I never got into RA1 back in the day, but I loved RA2 hard core.

RA1 is one of my favorite games of all time. Not the best, but definitely one of my favorites, horrid pathfinding and all.

Lands or Lore will be an instant buy for me. I LOVED that series.

Never played the Lands of Lore games, but I always heard they were great.

I played Guardians of Destiny from the LoL series. The game certainly entertained.

Starflight and the rest of the Wing Commanders are all I require. Although I wouldn’t mind some of the old Need for Speeds. The PC versions of those were insanely ahead of their console equivalents.

CRUSADER!!!

YESSSSSSSSSS

I hope it still has the cheezy FMV.

“Weasel’s here with the gear!”

Anyone interested in Crusader: No Remorse should pick it up as soon as its available. I re-played, and finally finished, it about two years ago and it was still tons of fun. The controls were as awkward as I remembered them being in 1995, but the graphics hold up very well and the FMV is charmingly cheesy.

As for having issues getting it running, I used DOSBOX with my original CD to play it and didn’t have any issues (after making a couple simple tweaks).

Having never purchased/played a game through GoG, what’s the difference between just downloading an abandonware copy of the game (I own and still have the disks/boxes for many of these games) and setting it up via DosBox myself? Is there any?

I’m sure I’m not the first person who has asked what the point is of spending more money on games I already own that I could get running through DosBox myself. :)

The end result would be functionally equivalent; with the DOS games, GoG doesn’t have any special code magic or custom patching that they’ve added themselves (as far as I know, anyway), they just provide a pre-configured DOSBox environment. You’d essentially be paying GoG for taking care of the hassle of installation and configuration, but you could spend the time to do it yourself, too.
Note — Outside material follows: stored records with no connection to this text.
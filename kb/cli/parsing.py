"""Running a command through the parser, and what the parser says turned into our words."""

from __future__ import annotations

import re
from collections.abc import Sequence
from typing import Any

import typer

from kb.cli import exit_codes
from kb.cli.session import Misused

# Typer carries its own copy of the library under it, or an installed one, by version; these are its bases either way.
_UsageError: Any = typer.BadParameter.__bases__[0]
_CommandError: Any = _UsageError.__bases__[0]

_PARSER_WORDS = (
    (r"Value error, |^Invalid value: ", ""),
    (r"Input should be a valid integer.*", "it is no whole number"),
    (r"Input should be a valid number.*", "it is no number"),
    (r"Input should be ", "give a number "),
    (r" ?\(Possible options?: ([^)]*)\)", r". Did you mean \1?"),
)
"""What the parser under Typer says, and what we say."""


def run_parsed(argv: Sequence[str]) -> int:
    """Parse the words, run their command and return its exit status.

    Args:
        argv: global options in front.

    Raises:
        Misused: the words are no command, or not as the command wants them.
        KeyboardInterrupt: stopped at a prompt.
    """
    from kb.cli.root import app

    try:
        command = typer.main.get_command(app)
        result = command.main(args=list(argv), prog_name="sidepath", standalone_mode=False)
        return result if isinstance(result, int) else exit_codes.DONE
    except typer.Abort:
        raise KeyboardInterrupt from None
    except typer.Exit as leaving:
        return int(leaving.exit_code)
    except _CommandError as error:
        context = getattr(error, "ctx", None)
        where = context.command_path if context else "sidepath"
        raise Misused(_usage_words(error), f"See `{where} --help`.") from error


def _usage_words(error: Any) -> str:
    """Return what the parser says, as a sentence."""
    said = str(error.format_message())
    for theirs, ours in _PARSER_WORDS:
        said = re.sub(theirs, ours, said)
    said = said[:1].upper() + said[1:]
    return said if said.endswith((".", "?", "!")) else f"{said}."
What Fugitive says, and of course, if you like that kind of stuff, a digital version of your game that…ahem, never goes away

And you help support and keep GOG alive.

And you’d be in compliance with U.S. and international copyright law, if you’re into that sort of thing.

I just bought the Ultima Underworld package. I never played much UU, but it’s pretty clear I was missing out. Even with the archaic controls and interface, these games are a blast.

Also, GoG tends to bundle a whole lot of neat stuff in that abandonware sites may not. Like cluebooks and things.

As the others said, it’s the ease of use you pay for. But you get more of that than you appear to believe. GOG games are obviously not abandonware, and no self respecting abandonware site makes them available. So best case, you’ll have to waste a ton of time backing up old diskettes & CDs. Trust me, it’s enough of a pain in the ass that we’ve basically tossed everything and re-bought/-buy from GOG.

Plus, and its certainly a pipe-dream, but it would be nice to think someone is seeing how many thousands of folks are downloading paid for copies of an old game and thinking “hmm … maybe we should remake this classic…*”

*and remaking it RIGHT, goddammit.

I loved Lands of Lore at the time, but I think its best left in the memory. Not sure the gameplay would hold up these days. Maybe I’m wrong, given GOGs bargain prices it will be cheap and easy to find out.

Also: I think GOG has invalidated the whole idea of “abandonware”.

Man, Sacrifice really needs a good sequel.

Please, please, please all things Ultima 7. RPS got me all excited by using an image of The Guardian from U7 and I was a little let down to find it was only Ultima Underworld being released (for now). Nothing against UU - I never played it back in the day so I don’t have that warm nostalgia for it.